**Task goal**
Print exactly those lines that run from the beginning of the data to the line bearing "itself is wrong);", inclusive.

**Material for this task**

════════

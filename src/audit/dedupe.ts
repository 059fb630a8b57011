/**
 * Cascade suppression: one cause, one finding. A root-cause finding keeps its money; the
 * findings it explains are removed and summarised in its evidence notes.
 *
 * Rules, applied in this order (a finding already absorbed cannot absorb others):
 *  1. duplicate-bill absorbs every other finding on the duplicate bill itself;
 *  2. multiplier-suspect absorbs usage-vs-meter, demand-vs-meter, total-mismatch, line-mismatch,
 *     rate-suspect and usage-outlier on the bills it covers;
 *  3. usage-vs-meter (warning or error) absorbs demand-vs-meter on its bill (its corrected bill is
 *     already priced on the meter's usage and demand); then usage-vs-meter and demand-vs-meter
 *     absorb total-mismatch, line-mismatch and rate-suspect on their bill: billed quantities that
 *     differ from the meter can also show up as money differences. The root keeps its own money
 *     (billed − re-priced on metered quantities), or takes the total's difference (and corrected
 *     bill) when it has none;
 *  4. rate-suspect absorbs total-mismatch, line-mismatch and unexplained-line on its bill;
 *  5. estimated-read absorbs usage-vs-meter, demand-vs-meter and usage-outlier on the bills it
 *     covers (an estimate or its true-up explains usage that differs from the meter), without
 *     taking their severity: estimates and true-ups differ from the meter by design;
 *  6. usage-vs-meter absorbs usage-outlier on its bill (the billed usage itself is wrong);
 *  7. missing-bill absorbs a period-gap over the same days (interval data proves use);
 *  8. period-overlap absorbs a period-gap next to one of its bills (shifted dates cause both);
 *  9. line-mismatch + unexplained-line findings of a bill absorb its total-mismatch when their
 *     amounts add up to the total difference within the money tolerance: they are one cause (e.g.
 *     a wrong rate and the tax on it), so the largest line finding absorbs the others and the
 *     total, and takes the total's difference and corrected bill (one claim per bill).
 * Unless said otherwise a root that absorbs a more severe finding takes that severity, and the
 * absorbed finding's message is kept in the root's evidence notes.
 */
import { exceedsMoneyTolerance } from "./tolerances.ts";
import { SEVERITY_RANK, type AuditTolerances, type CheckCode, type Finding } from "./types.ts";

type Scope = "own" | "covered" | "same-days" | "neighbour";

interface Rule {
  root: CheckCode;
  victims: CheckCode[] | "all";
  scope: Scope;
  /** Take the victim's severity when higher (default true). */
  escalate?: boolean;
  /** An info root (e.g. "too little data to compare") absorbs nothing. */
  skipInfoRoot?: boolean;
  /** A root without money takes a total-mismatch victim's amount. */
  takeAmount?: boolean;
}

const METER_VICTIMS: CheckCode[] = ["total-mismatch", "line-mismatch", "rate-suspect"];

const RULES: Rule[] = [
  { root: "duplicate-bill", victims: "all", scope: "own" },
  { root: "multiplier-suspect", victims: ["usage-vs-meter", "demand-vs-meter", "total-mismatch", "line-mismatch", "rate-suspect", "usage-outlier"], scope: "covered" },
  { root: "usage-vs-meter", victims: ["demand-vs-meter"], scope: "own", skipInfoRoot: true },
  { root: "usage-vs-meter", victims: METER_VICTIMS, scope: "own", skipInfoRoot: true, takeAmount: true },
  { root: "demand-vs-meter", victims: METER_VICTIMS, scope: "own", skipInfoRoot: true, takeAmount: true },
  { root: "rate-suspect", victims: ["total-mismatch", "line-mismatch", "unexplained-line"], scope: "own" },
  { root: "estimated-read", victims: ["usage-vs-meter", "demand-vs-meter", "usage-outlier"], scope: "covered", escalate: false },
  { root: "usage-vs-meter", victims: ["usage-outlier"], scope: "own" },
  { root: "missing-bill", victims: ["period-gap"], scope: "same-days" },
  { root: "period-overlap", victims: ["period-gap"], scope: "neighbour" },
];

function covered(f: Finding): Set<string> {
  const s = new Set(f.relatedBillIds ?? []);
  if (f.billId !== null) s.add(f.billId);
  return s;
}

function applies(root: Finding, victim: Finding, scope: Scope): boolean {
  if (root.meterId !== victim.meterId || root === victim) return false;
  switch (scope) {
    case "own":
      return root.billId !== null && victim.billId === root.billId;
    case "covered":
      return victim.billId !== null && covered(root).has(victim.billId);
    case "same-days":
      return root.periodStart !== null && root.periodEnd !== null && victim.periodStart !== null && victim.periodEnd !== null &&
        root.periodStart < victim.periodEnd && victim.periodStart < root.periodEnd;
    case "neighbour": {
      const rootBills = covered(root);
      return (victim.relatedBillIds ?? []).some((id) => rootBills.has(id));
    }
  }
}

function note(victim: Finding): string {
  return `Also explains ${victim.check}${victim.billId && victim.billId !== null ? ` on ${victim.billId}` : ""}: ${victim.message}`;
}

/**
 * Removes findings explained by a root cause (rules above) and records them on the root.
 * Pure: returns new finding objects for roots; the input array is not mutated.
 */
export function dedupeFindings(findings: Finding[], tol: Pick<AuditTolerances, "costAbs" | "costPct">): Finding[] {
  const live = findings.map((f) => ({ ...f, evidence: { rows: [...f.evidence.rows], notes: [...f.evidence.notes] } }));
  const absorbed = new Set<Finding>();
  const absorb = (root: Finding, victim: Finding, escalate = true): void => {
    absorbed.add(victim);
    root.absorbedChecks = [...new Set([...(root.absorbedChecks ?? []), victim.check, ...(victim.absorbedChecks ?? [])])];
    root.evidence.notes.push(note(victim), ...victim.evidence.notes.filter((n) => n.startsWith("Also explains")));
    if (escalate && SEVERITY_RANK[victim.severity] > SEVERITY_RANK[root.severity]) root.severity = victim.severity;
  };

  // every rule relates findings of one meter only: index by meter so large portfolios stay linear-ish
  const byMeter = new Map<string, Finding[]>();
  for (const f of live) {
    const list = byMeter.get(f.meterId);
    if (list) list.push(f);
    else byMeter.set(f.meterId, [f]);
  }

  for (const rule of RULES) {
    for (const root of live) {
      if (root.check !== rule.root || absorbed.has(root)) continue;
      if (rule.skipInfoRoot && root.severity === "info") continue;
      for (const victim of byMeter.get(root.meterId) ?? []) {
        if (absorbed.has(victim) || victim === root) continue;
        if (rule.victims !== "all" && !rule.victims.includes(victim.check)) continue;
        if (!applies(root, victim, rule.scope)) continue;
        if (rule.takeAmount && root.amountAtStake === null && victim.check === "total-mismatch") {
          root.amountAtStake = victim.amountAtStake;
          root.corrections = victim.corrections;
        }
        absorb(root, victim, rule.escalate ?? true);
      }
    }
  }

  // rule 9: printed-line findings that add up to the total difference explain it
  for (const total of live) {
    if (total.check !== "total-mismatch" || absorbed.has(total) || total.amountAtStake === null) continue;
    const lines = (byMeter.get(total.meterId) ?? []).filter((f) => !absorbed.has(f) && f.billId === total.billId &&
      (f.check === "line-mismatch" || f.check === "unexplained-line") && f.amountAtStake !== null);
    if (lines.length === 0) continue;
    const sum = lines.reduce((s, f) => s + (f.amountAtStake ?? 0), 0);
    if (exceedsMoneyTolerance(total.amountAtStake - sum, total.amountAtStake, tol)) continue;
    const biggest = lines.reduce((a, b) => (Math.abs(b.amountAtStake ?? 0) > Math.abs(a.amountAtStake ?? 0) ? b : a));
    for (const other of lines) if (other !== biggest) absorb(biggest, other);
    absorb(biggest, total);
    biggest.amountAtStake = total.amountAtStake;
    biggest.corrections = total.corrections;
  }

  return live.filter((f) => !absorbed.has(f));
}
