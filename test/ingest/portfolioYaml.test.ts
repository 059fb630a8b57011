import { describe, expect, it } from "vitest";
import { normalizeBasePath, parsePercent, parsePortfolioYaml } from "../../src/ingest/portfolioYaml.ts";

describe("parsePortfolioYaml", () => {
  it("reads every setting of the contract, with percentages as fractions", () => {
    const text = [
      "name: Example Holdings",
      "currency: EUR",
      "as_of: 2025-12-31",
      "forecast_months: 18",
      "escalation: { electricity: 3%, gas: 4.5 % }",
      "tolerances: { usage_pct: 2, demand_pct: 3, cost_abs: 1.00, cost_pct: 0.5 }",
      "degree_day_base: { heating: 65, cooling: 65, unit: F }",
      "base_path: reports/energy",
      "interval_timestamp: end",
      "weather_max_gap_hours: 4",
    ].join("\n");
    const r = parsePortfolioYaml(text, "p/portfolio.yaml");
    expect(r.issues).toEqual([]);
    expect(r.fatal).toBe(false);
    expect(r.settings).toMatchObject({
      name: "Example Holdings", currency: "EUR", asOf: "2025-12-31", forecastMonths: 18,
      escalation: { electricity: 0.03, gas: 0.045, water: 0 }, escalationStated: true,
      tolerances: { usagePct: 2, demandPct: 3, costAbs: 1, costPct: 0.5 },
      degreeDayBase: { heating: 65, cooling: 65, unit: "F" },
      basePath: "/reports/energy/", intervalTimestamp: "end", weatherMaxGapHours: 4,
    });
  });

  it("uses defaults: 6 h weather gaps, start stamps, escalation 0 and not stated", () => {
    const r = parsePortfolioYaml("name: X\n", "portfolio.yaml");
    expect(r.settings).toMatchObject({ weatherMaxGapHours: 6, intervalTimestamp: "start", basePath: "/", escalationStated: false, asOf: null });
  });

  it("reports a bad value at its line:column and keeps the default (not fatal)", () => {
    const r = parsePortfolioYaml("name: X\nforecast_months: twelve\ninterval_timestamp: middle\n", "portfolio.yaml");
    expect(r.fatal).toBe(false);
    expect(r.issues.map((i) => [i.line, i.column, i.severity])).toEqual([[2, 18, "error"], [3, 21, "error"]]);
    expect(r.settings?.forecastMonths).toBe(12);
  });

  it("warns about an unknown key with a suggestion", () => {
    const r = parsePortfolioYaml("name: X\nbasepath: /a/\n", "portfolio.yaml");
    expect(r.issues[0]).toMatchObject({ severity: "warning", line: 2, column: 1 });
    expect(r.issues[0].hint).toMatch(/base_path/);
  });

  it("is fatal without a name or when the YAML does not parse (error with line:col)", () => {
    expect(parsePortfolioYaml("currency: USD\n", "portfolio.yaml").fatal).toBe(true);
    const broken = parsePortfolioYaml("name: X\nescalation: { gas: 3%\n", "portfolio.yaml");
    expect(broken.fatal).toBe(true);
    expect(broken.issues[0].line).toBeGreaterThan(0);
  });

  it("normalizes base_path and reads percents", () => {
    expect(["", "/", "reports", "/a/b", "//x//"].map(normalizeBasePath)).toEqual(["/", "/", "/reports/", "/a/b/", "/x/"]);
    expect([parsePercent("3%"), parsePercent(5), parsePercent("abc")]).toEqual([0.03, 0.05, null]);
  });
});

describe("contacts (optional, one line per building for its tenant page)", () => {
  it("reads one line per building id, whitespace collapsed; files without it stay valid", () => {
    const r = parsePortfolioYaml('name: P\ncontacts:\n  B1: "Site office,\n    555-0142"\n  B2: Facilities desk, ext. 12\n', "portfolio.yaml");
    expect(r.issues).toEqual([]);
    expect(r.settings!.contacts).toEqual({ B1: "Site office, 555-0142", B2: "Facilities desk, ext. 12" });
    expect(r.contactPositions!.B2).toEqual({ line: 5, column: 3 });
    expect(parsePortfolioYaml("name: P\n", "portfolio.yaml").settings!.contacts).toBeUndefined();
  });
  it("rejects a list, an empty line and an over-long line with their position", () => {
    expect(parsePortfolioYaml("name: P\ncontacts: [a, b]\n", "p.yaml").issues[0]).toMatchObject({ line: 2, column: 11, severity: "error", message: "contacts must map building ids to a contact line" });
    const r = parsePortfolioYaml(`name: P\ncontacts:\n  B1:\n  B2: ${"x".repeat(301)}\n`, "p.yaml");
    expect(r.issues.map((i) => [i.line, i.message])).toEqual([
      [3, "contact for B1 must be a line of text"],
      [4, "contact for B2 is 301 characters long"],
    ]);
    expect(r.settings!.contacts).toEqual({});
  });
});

════════

**Result**
filename src/audit/dedupe.ts
repository 059fb630a8b57011
/**
 * Cascade suppression: one cause, one finding. A root-cause finding keeps its money; the
 * findings it explains are removed and summarised in its evidence notes.
 *
 * Rules, applied in this order (a finding already absorbed cannot absorb others):
 *  1. duplicate-bill absorbs every other finding on the duplicate bill itself;
 *  2. multiplier-suspect absorbs usage-vs-meter, demand-vs-meter, total-mismatch, line-mismatch,
 *     rate-suspect and usage-outlier on the bills it covers;
 *  3. usage-vs-meter (warning or error) absorbs demand-vs-meter on its bill (its corrected bill is
 *     already priced on the meter's usage and demand); then usage-vs-meter and demand-vs-meter
 *     absorb total-mismatch, line-mismatch and rate-suspect on their bill: billed quantities that
 *     differ from the meter can also show up as money differences. The root keeps its own money
 *     (billed − re-priced on metered quantities), or takes the total's difference (and corrected
 *     bill) when it has none;
 *  4. rate-suspect absorbs total-mismatch, line-mismatch and unexplained-line on its bill;
 *  5. estimated-read absorbs usage-vs-meter, demand-vs-meter and usage-outlier on the bills it
 *     covers (an estimate or its true-up explains usage that differs from the meter), without
 *     taking their severity: estimates and true-ups differ from the meter by design;
 *  6. usage-vs-meter absorbs usage-outlier on its bill (the billed usage itself is wrong);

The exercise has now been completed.